[Collected data entries]
+--

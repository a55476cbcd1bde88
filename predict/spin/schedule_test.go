package spin

import (
	"errors"
	"math/rand/v2"
	"runtime"
	"sync"
	"testing"
	"time"
)

// TestSchedule: every diagonalisation and every pair runs exactly once, a
// pair only after both its blocks, a block is released exactly once and
// only after the pairs on both sides, no more than workers+2 blocks are
// held at once, and a failed diagonalisation stops the run with its error.
func TestSchedule(t *testing.T) {
	t.Parallel()
	for n := 1; n <= 9; n++ {
		for workers := 1; workers <= 4; workers++ {
			var mu sync.Mutex
			diagN := make([]int, n)
			pairN := make([]int, n)
			relN := make([]int, n)
			held, maxHeld := 0, 0
			nap := func() { time.Sleep(time.Duration(rand.IntN(200)) * time.Microsecond) }
			r := rand.New(rand.NewPCG(uint64(n), uint64(workers)))
			diag := func(b int) {
				mu.Lock()
				diagN[b]++
				held++
				maxHeld = max(maxHeld, held)
				mu.Unlock()
				nap()
			}
			pair := func(b int) {
				mu.Lock()
				if diagN[b] != 1 || diagN[b+1] != 1 || relN[b] != 0 || relN[b+1] != 0 {
					t.Errorf("n=%d w=%d: pair %d ran with blocks not ready or released", n, workers, b)
				}
				pairN[b]++
				mu.Unlock()
				nap()
			}
			release := func(b int) {
				mu.Lock()
				if (b > 0 && pairN[b-1] != 1) || (b < n-1 && pairN[b] != 1) {
					t.Errorf("n=%d w=%d: block %d released before its pairs", n, workers, b)
				}
				relN[b]++
				held--
				mu.Unlock()
			}
			costs := make([]float64, n)
			for b := range costs {
				costs[b] = r.Float64()
			}
			if err := schedule(n, workers, func(b int) float64 { return costs[b] }, diag, pair, func(int) error { return nil }, release); err != nil {
				t.Fatalf("n=%d w=%d: %v", n, workers, err)
			}
			for b := 0; b < n; b++ {
				if diagN[b] != 1 || relN[b] != 1 || (b < n-1 && pairN[b] != 1) {
					t.Errorf("n=%d w=%d: block %d diag %d release %d pair %d, want 1 each", n, workers, b, diagN[b], relN[b], pairN[b])
				}
			}
			if maxHeld > workers+2 {
				t.Errorf("n=%d w=%d: %d blocks held at once, want ≤ %d", n, workers, maxHeld, workers+2)
			}
		}
	}
	boom := errors.New("boom")
	err := schedule(6, 2, func(b int) float64 { return float64(b) }, func(int) {}, func(int) {}, func(b int) error {
		if b == 3 {
			return boom
		}
		return nil
	}, func(int) {})
	if !errors.Is(err, boom) {
		t.Errorf("error %v, want boom", err)
	}
}

// TestWorkersSameResult: the lines do not depend on the number of
// goroutines (each block pair writes its own part; parts are joined in
// order). Not parallel: it changes GOMAXPROCS.
func TestWorkersSameResult(t *testing.T) {
	sys := chain(9, 0.01)
	sys.Groups[0].ShiftPPM += 0.003 // break the mirror symmetry
	var ref *Result
	for _, procs := range []int{1, 2, 4} {
		old := runtime.GOMAXPROCS(procs)
		res, err := Simulate(sys, Options{FieldMHz: 400, Mode: Exact})
		runtime.GOMAXPROCS(old)
		if err != nil {
			t.Fatal(err)
		}
		if ref == nil {
			ref = res
			continue
		}
		if len(res.Lines) != len(ref.Lines) || res.Dropped != ref.Dropped {
			t.Fatalf("GOMAXPROCS %d: %d lines, dropped %g; with 1: %d, %g", procs, len(res.Lines), res.Dropped, len(ref.Lines), ref.Dropped)
		}
		for i := range res.Lines {
			if res.Lines[i] != ref.Lines[i] {
				t.Fatalf("GOMAXPROCS %d: line %d = %+v, with 1: %+v", procs, i, res.Lines[i], ref.Lines[i])
			}
		}
	}
}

+--

▶ Task directions
In full and verbatim, repeat the records given above.

▶ Expected answer
repository a55476cbcd1bde88
filename predict/spin/schedule_test.go
package spin

import (
	"errors"
	"math/rand/v2"
	"runtime"
	"sync"
	"testing"
	"time"
)

// TestSchedule: every diagonalisation and every pair runs exactly once, a
// pair only after both its blocks, a block is released exactly once and
// only after the pairs on both sides, no more than workers+2 blocks are
// held at once, and a failed diagonalisation stops the run with its error.
func TestSchedule(t *testing.T) {
	t.Parallel()
	for n := 1; n <= 9; n++ {
		for workers := 1; workers <= 4; workers++ {
			var mu sync.Mutex
			diagN := make([]int, n)
			pairN := make([]int, n)
			relN := make([]int, n)
			held, maxHeld := 0, 0
			nap := func() { time.Sleep(time.Duration(rand.IntN(200)) * time.Microsecond) }
			r := rand.New(rand.NewPCG(uint64(n), uint64(workers)))
			diag := func(b int) {
				mu.Lock()
				diagN[b]++
				held++
				maxHeld = max(maxHeld, held)
				mu.Unlock()
				nap()
			}
			pair := func(b int) {
				mu.Lock()
				if diagN[b] != 1 || diagN[b+1] != 1 || relN[b] != 0 || relN[b+1] != 0 {
					t.Errorf("n=%d w=%d: pair %d ran with blocks not ready or released", n, workers, b)
				}
				pairN[b]++
				mu.Unlock()
				nap()
			}
			release := func(b int) {
				mu.Lock()
				if (b > 0 && pairN[b-1] != 1) || (b < n-1 && pairN[b] != 1) {
					t.Errorf("n=%d w=%d: block %d released before its pairs", n, workers, b)
				}
				relN[b]++
				held--
				mu.Unlock()
			}
			costs := make([]float64, n)
			for b := range costs {
				costs[b] = r.Float64()
			}
			if err := schedule(n, workers, func(b int) float64 { return costs[b] }, diag, pair, func(int) error { return nil }, release); err != nil {
				t.Fatalf("n=%d w=%d: %v", n, workers, err)
			}
			for b := 0; b < n; b++ {
				if diagN[b] != 1 || relN[b] != 1 || (b < n-1 && pairN[b] != 1) {
					t.Errorf("n=%d w=%d: block %d diag %d release %d pair %d, want 1 each", n, workers, b, diagN[b], relN[b], pairN[b])
				}
			}
			if maxHeld > workers+2 {
				t.Errorf("n=%d w=%d: %d blocks held at once, want ≤ %d", n, workers, maxHeld, workers+2)
			}
		}
	}
	boom := errors.New("boom")
	err := schedule(6, 2, func(b int) float64 { return float64(b) }, func(int) {}, func(int) {}, func(b int) error {
		if b == 3 {
			return boom
		}
		return nil
	}, func(int) {})
	if !errors.Is(err, boom) {
		t.Errorf("error %v, want boom", err)
	}
}

// TestWorkersSameResult: the lines do not depend on the number of
// goroutines (each block pair writes its own part; parts are joined in
// order). Not parallel: it changes GOMAXPROCS.
func TestWorkersSameResult(t *testing.T) {
	sys := chain(9, 0.01)
	sys.Groups[0].ShiftPPM += 0.003 // break the mirror symmetry
	var ref *Result
	for _, procs := range []int{1, 2, 4} {
		old := runtime.GOMAXPROCS(procs)
		res, err := Simulate(sys, Options{FieldMHz: 400, Mode: Exact})
		runtime.GOMAXPROCS(old)
		if err != nil {
			t.Fatal(err)
		}
		if ref == nil {
			ref = res
			continue
		}
		if len(res.Lines) != len(ref.Lines) || res.Dropped != ref.Dropped {
			t.Fatalf("GOMAXPROCS %d: %d lines, dropped %g; with 1: %d, %g", procs, len(res.Lines), res.Dropped, len(ref.Lines), ref.Dropped)
		}
		for i := range res.Lines {
			if res.Lines[i] != ref.Lines[i] {
				t.Fatalf("GOMAXPROCS %d: line %d = %+v, with 1: %+v", procs, i, res.Lines[i], ref.Lines[i])
			}
		}
	}
}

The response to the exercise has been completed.